The technical field of this invention is low power computer memory and particularly selectively powered cache memory.
The microprocessors used in current personal computers operate upon data at very high speeds. This is particularly true for superscalar microprocessors that can operate on more than one instruction at a time. It is not economically feasible to construct the entire computer memory system to operate at the same rate as the microprocessor. Further, it is not necessary to construct such a memory system. Microprocessors employ data or instruction caches based upon an assumption of locality. Having once referenced particular data or a particular instruction from main memory, it is normally the case that nearby data or instructions will be referenced again in the near future. It is feasible to construct a small and fast memory to temporarily store such data or instructions. This small fast memory is called a cache. It is typical to recall data from the main memory in minimum sizes larger than the minimum addressable memory size. Such memory recalls may be via a data bus wider than the minimum addressable data size or via bursts of plural memory accesses or both. Such recall of adjacent data also serves the locality assumption by recalling from nearby addresses that are likely to be referenced in the near future. Memory caches store their data with an indication of the corresponding main memory address.
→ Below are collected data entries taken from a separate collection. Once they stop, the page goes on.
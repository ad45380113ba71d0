package io.geotick.benchmarks.timescales;

import io.geotick.timescales.ScaleInstant;
import io.geotick.timescales.TimeConverter;
import io.geotick.timescales.bulk.BulkConverter;
import io.geotick.timescales.encoding.UnixTime;
import io.geotick.timescales.encoding.WeekSystem;
import io.geotick.timescales.encoding.WeekTime;
import io.geotick.timescales.utc.UtcModel;
import java.time.Instant;
import java.util.Random;
import java.util.concurrent.TimeUnit;
import org.openjdk.jmh.annotations.Benchmark;
import org.openjdk.jmh.annotations.BenchmarkMode;
import org.openjdk.jmh.annotations.Mode;
import org.openjdk.jmh.annotations.OperationsPerInvocation;
import org.openjdk.jmh.annotations.OutputTimeUnit;
import org.openjdk.jmh.annotations.Scope;
import org.openjdk.jmh.annotations.Setup;
import org.openjdk.jmh.annotations.State;
import org.openjdk.jmh.infra.Blackhole;

/**
 * UTC &harr; GPS week/time of week and leap-second lookups, geotick's exact conversion beside java.time
 * {@link Instant} arithmetic in the same run. The java.time variants use a fixed GPS &minus; UTC of 18 s, the
 * usual shortcut: that ignores the leap-second history and is wrong before 2017 by up to 18 s.
 *
 * <p>Inputs: 1024 Unix times spread over 1990&ndash;2025 (fixed seed). Single variants convert one value per
 * call (cycling through the inputs); array variants convert all 1024 and report the time per element.
 * Run: {@code java -jar benchmarks/target/benchmarks-jmh.jar Timescales -f 1 -wi 2 -i 3 -w 1 -r 1 -prof gc}.
 */
@State(Scope.Thread)
@BenchmarkMode(Mode.AverageTime)
@OutputTimeUnit(TimeUnit.NANOSECONDS)
public class TimescalesBenchmark {
    static final int N = 1024;
    static final long GPS_EPOCH_UNIX = 315_964_800L;
    static final long FIXED_GPS_MINUS_UTC = 18L;
    static final long WEEK = 604_800L;

    long[] unix = new long[N];
    int[] nanos = new int[N];
    int[] weekOut = new int[N];
    long[] towOut = new long[N];
    long[] unixOut = new long[N];
    int[] nanosOut = new int[N];
    int[] weekIn = new int[N];
    long[] towIn = new long[N];
    int cursor;

    TimeConverter converter;
    UtcModel utc;
    BulkConverter bulk;

    @Setup
    public void setUp() {
        Random r = new Random(20170101L);
        long from = 631_152_000L; // 1990-01-01
        long to = 1_735_689_600L; // 2025-01-01
        for (int i = 0; i < N; i++) {
            unix[i] = from + (long) (r.nextDouble() * (to - from));
            nanos[i] = r.nextInt(1_000_000_000);
        }
        converter = TimeConverter.builtIn();
        utc = converter.utcModel();
        bulk = BulkConverter.of(utc);
        bulk.unixToGpsWeek(unix, nanos, 0, N, weekIn, towIn);
    }

    private int next() {
        int i = cursor;
        cursor = (i + 1) & (N - 1);
        return i;
    }

    // ---- UTC -> GPS week / time of week, one value ----

    @Benchmark
    public long geotickUtcToGpsWeekSingle() {
        int i = next();
        long gps = utc.unixToTaiSeconds(unix[i]) - 19;
        long week = WeekSystem.GPS.weekOfScaleSeconds(gps);
        long tow = WeekSystem.GPS.secondOfWeekOfScaleSeconds(gps) * 1_000_000_000L + nanos[i];
        return week * 31 + tow;
    }

    @Benchmark
    public long javaTimeUtcToGpsWeekSingle() {
        int i = next();
        Instant t = Instant.ofEpochSecond(unix[i], nanos[i]).plusSeconds(FIXED_GPS_MINUS_UTC);
        long s = t.getEpochSecond() - GPS_EPOCH_UNIX;
        long week = Math.floorDiv(s, WEEK);
        long tow = Math.floorMod(s, WEEK) * 1_000_000_000L + t.getNano();
        return week * 31 + tow;
    }

    /** The allocating object API (ScaleInstant, WeekTime, warnings list), for reference. */
    @Benchmark
    public Object geotickObjectApiUtcToGpsWeek() {
        int i = next();
        ScaleInstant t = converter.fromUnix(UnixTime.of(unix[i], nanos[i])).value();
        WeekTime w = WeekSystem.GPS.weekTime(t);
        return w;
    }

    // ---- arrays ----

    @Benchmark
    @OperationsPerInvocation(N)
    public void geotickUtcToGpsWeekArray(Blackhole bh) {
        bh.consume(bulk.unixToGpsWeek(unix, nanos, 0, N, weekOut, towOut));
    }

    @Benchmark
    @OperationsPerInvocation(N)
    public void javaTimeUtcToGpsWeekArray(Blackhole bh) {
        for (int i = 0; i < N; i++) {
            Instant t = Instant.ofEpochSecond(unix[i], nanos[i]).plusSeconds(FIXED_GPS_MINUS_UTC);
            long s = t.getEpochSecond() - GPS_EPOCH_UNIX;
            weekOut[i] = (int) Math.floorDiv(s, WEEK);
            towOut[i] = Math.floorMod(s, WEEK) * 1_000_000_000L + t.getNano();
        }
        bh.consume(weekOut);
    }

    @Benchmark
    @OperationsPerInvocation(N)
    public void geotickGpsWeekToUtcArray(Blackhole bh) {
        bh.consume(bulk.gpsWeekToUnix(weekIn, towIn, 0, N, unixOut, nanosOut));
    }

    @Benchmark
    @OperationsPerInvocation(N)
    public void javaTimeGpsWeekToUtcArray(Blackhole bh) {
        for (int i = 0; i < N; i++) {
            long tow = towIn[i];
            Instant t = Instant.ofEpochSecond(GPS_EPOCH_UNIX + weekIn[i] * WEEK + tow / 1_000_000_000L,
                tow % 1_000_000_000L).minusSeconds(FIXED_GPS_MINUS_UTC);
            unixOut[i] = t.getEpochSecond();
            nanosOut[i] = t.getNano();
        }
        bh.consume(unixOut);
    }

    // ---- leap-second lookup ----

    @Benchmark
    public long geotickLeapLookup() {
        return utc.taiMinusUtcAtUnix(unix[next()]);
    }

    /** java.time has no leap table: the nearest equivalent is adding a constant offset to an Instant. */
    @Benchmark
    public long javaTimeConstantOffset() {
        return Instant.ofEpochSecond(unix[next()]).plusSeconds(37).getEpochSecond();
    }

    @Benchmark
    @OperationsPerInvocation(N)
    public long geotickLeapLookupArray() {
        long sum = 0;
        for (int i = 0; i < N; i++) {
            sum += utc.taiMinusUtcAtUnix(unix[i]);
        }
        return sum;
    }

    @Benchmark
    @OperationsPerInvocation(N)
    public long javaTimeConstantOffsetArray() {
        long sum = 0;
        for (int i = 0; i < N; i++) {
            sum += Instant.ofEpochSecond(unix[i]).plusSeconds(37).getEpochSecond();
        }
        return sum;
    }
}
Each memory reference by the microprocessor is tested against these cache address indications to determine if the referenced address is cached. If the referenced address is stored in the cache, called a cache hit, then the memory access takes place within the cache rather than the main memory. Since memory access to the cache is faster than access to the main memory, each cache hit represents a gain in memory access speed. Note that such memory accesses may be made for both reads of the memory and writes to the memory. If the referenced address is not stored in the cache, called a cache miss, then the main memory must be accessed. In a read access, the microprocessor operation unit needing the data must stall until the data is returned from the slower main memory. When recalled, this main memory data is both supplied to the requesting microprocessor operation unit and stored in the cache.
With the need for larger cache memories that operate a higher speeds, power consumption becomes a problem. In CMOS circuits the electric power consumed is directly proportional to both the operational speed and the number of circuits. Accordingly, there is a need in the art for additional techniques for reducing electrical power consumption of cache memories.
This invention is memory system including plural memory banks. The memory banks are logically disposed into an array of X rows and Y columns. A first decoder selectively powers one of the Y columns corresponding to a first predetermined set of address bits. A second decoder selectively powers one of the X rows corresponding to a second predetermined set of address bits. A first plurality of multiplexers connected to the data busses of memory banks of a corresponding column selects the data bus of said selected row. A second multiplexer connected to each of the first multiplexers selects one of the columns. Thus one of the plural memory banks is powered and selected for memory access corresponding to the first and second predetermined sets of bits of the received address.
This memory system is preferably a cache memory. The cache memory also includes a further column of X rows of memory banks storing cache addresses and cache control data including at least a cache valid tag. A third multiplexer connected to the data busses of the further column selects one row corresponding to the second predetermined set of address bits. A valid and equal unit indicates whether data received from the third multiplexer includes a cache valid tag indicating a valid address and a cache address matching the received address. This indicates a cache hit.
The memory system preferably includes a table look aside buffer translating a predetermined number of most significant address bits from a virtual address to a physical address. A third predetermined set of address bits including at least one translated bit and one untranslated bit addresses the selected row of the further column of memory banks. These third predetermined set of address bits are preferably translated by a micro table look aside buffer.